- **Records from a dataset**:
■ ■ ■

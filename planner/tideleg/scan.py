"""Running sums along steps without a loop over steps: numpy alone.

Both recurrences are associative, so a block of steps is cut into short rows; all rows advance together, position by
position, and the rows are joined by the same routine. Arrays run along the last axis; leading axes broadcast.
"""

from __future__ import annotations

import math

import numpy as np

from tideleg.waveform import FloatArray

ROW = 32
"""Longest row: the loop runs over the positions in a row, for all rows at once."""

Map = tuple[FloatArray, FloatArray, FloatArray]
"""x -> min(max(x + shift, lower), upper), as (shift, lower, upper)."""


def linear_scan(decay: FloatArray, drive: FloatArray, initial: FloatArray) -> FloatArray:
    """Return y with y_k = decay_k y_(k-1) + drive_k along the last axis.

    Parameters
    ----------
    decay : (..., S) of each step, or (..., 1) of every step; between 0 and 1 [-]
    drive : (..., S)
    initial : (..., 1), y before the first step

    Examples
    --------
    >>> linear_scan(np.array([0.5, 0.5]), np.array([1.0, 1.0]), np.array([4.0])).tolist()
    [3.0, 2.5]
    """
    steps = drive.shape[-1]
    if decay.shape[-1] == 1 and steps > 1:
        return EqualScan(decay, steps).run(drive, initial)
    return LinearScan(decay).run(drive, initial)


class LinearScan:
    """y_k = decay_k y_(k-1) + drive_k along the last axis, with the decays prepared once.

    Parameters
    ----------
    decay : (..., S), between 0 and 1 [-]

    Attributes
    ----------
    weight : (R, ..., N) what a drive at each position is still worth at the end of its row [-]
    """

    def __init__(self, decay: FloatArray) -> None:
        self.steps = decay.shape[-1]
        self._decay = positions_first(decay, 1.0)
        self.weight, whole = worth_at_row_end(self._decay)
        self._joint = LinearScan(whole) if whole.shape[-1] > 1 else None

    def run(self, drive: FloatArray, initial: FloatArray) -> FloatArray:
        """Return y (..., S) for drives (..., S) and y before the first step (..., 1)."""
        if drive.shape[-1] != self.steps:
            raise ValueError(f"the drive has {drive.shape[-1]} steps, the decay {self.steps}; they must agree")
        lead = np.broadcast_shapes(self._decay.shape[1:-1], drive.shape[:-1], initial.shape[:-1])
        rows = positions_first(np.broadcast_to(drive, (*lead, self.steps)), 0.0)
        value = self.row_begins(np.einsum("r...,r...->...", self.weight, rows), initial)
        for decay, here in zip(self._decay, rows, strict=True):
            value = np.add(decay * value, here, out=here)  # y replaces the drives
        return steps_last(rows, self.steps)

    def row_begins(self, ends: FloatArray, initial: FloatArray) -> FloatArray:
        """Return y (..., N) before each row, from what each row alone would end at if it began at zero."""
        return shifted(ends if self._joint is None else self._joint.run(ends, initial), initial)


class EqualScan:
    """y_k = decay y_(k-1) + drive_k along the last axis, where one decay holds for every step.

    Within a row y is a product of the drives with a small triangular matrix of powers.

    Parameters
    ----------
    decay : (..., 1), between 0 and 1 [-]
    steps : how many
    """

    def __init__(self, decay: FloatArray, steps: int) -> None:
        self.steps = steps
        self.rows = -(-steps // ROW)
        powers = decay ** np.arange(ROW + 1)
        self._triangle = toeplitz(powers[..., :ROW])
        self._fade = powers[..., None, 1:]
        self._joint = EqualScan(powers[..., ROW:], self.rows) if self.rows > 1 else None

    def run(self, drive: FloatArray, initial: FloatArray) -> FloatArray:
        """Return y (..., S) for drives (..., S) and y before the first step (..., 1)."""
        rows = padded(drive, self.rows * ROW, 0.0)
        rows = rows.reshape(*rows.shape[:-1], self.rows, ROW) @ self._triangle
        ends = rows[..., -1]
        begins = shifted(ends if self._joint is None else self._joint.run(ends, initial), initial)
        y = rows + begins[..., None] * self._fade
        return np.asarray(y.reshape(*y.shape[:-2], -1)[..., : self.steps])


def clipped_sum(start: FloatArray, change: FloatArray, low: float, high: float) -> FloatArray:
    """Return s with s_k = clip(s_(k-1) + change_k, low, high) along the last axis.

    Parameters
    ----------
    start : (..., 1), s before the first step
    change : (..., S)
    low, high : the walls, low not above high

    Notes
    -----
    The map x -> min(max(x + d, l), u) keeps its form when two are chained, so the maps of a block chain like sums. A
    block that meets no wall is a plain sum and is not chained.

    Examples
    --------
    >>> clipped_sum(np.array([0.5]), np.array([0.4, 0.4, -0.3]), 0.0, 1.0).tolist()
    [0.9, 1.0, 0.7]
    """
    if np.any(np.asarray(low) > high):
        raise ValueError(f"the lower wall {low} lies above the upper wall {high}")
    plain = start + np.cumsum(change, axis=-1)
    if np.all((plain >= low) & (plain <= high)):
        return plain
    full = (np.broadcast_to(values, plain.shape) for values in (change, low, high))
    shift, lower, upper = _chained((next(full), next(full), next(full)))
    return np.minimum(np.maximum(start + shift, lower), upper)


_REST: tuple[float, float, float] = (0.0, -np.inf, np.inf)
"""The map that leaves everything as it is."""


def _chained(maps: Map) -> Map:
    """Return the maps chained from the first step up to each step."""
    steps = maps[0].shape[-1]
    shift, lower, upper = (positions_first(values, rest) for values, rest in zip(maps, _REST, strict=True))
    for k in range(1, len(shift)):
        before = (shift[k - 1], lower[k - 1], upper[k - 1])
        shift[k], lower[k], upper[k] = _then(before, (shift[k], lower[k], upper[k]))
    if shift.shape[-1] > 1:
        joined = _chained((shift[-1], lower[-1], upper[-1]))
        rests = (np.full((*values.shape[:-1], 1), rest) for values, rest in zip(joined, _REST, strict=True))
        begin = [shifted(values, rest) for values, rest in zip(joined, rests, strict=True)]
        shift, lower, upper = _then((begin[0], begin[1], begin[2]), (shift, lower, upper))
    return steps_last(shift, steps), steps_last(lower, steps), steps_last(upper, steps)


def _then(first: Map, second: Map) -> Map:
    """Return the map that applies `first` and then `second`."""
    shift, lower, upper = second
    return (
        first[0] + shift,
        np.minimum(np.maximum(first[1] + shift, lower), upper),
        np.minimum(np.maximum(first[2] + shift, lower), upper),
    )


def positions_first(values: FloatArray, filling: float) -> FloatArray:
    """Return (..., S) as a new array (R, ..., N): position in the row first, rows last, the end of the last row filled.

    A loop over positions then reads and writes whole contiguous arrays.
    """
    return np.array(in_rows(values, filling), order="C")


def in_rows(values: FloatArray, filling: float) -> FloatArray:
    """Return (..., S) as (R, ..., N) without copying where the last row is full."""
    length, rows = row_shape(values.shape[-1])
    whole = padded(values, rows * length, filling)
    return np.moveaxis(whole.reshape(*values.shape[:-1], rows, length), -1, 0)


def steps_last(rows: FloatArray, steps: int) -> FloatArray:
    """Return (R, ..., N) as a new array (..., S): the way back from `positions_first`."""
    ordered = np.moveaxis(rows, 0, -1)
    flat = np.empty(ordered.shape)
    flat[...] = ordered
    return flat.reshape(*flat.shape[:-2], -1)[..., :steps]


def row_shape(steps: int) -> tuple[int, int]:
    """Return how many steps stand in a row (as many as there are rows, up to `ROW`), and how many rows there are."""
    length = min(ROW, math.isqrt(max(steps - 1, 0)) + 1)
    return length, -(-steps // length)


def worth_at_row_end(decay: FloatArray) -> tuple[FloatArray, FloatArray]:
    """Return what a drive at each position (R, ...) is worth at the end of its row, and the decay of whole rows."""
    worth = np.empty_like(decay)
    worth[-1] = 1.0
    for position in range(len(decay) - 1, 0, -1):
        np.multiply(worth[position], decay[position], out=worth[position - 1])
    return worth, worth[0] * decay[0]


def toeplitz(response: FloatArray) -> FloatArray:
    """Return (..., R, R) matrices that turn a row of drives into their running response (..., R)."""
    length = response.shape[-1]
    since = np.arange(length)[None, :] - np.arange(length)[:, None]
    return np.where(since >= 0, response[..., np.maximum(since, 0)], 0.0)


def shifted(values: FloatArray, initial: FloatArray) -> FloatArray:
    """Return values (..., N) one place later, begun by `initial` (..., 1)."""
    lead = np.broadcast_shapes(values.shape[:-1], initial.shape[:-1])
    out = np.empty((*lead, values.shape[-1]))
    out[..., :1] = initial
    out[..., 1:] = values[..., :-1]
    return out


def padded(values: FloatArray, length: int, filling: float) -> FloatArray:
    """Return (..., S) filled up to (..., length)."""
    missing = length - values.shape[-1]
    if not missing:
        return values
    return np.concatenate([values, np.full((*values.shape[:-1], missing), filling)], axis=-1)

■ ■ ■

- **Work instruction**: From the records above, work out how many lines contain the string "ordered". Give only the number.

- **Exercise response**: 3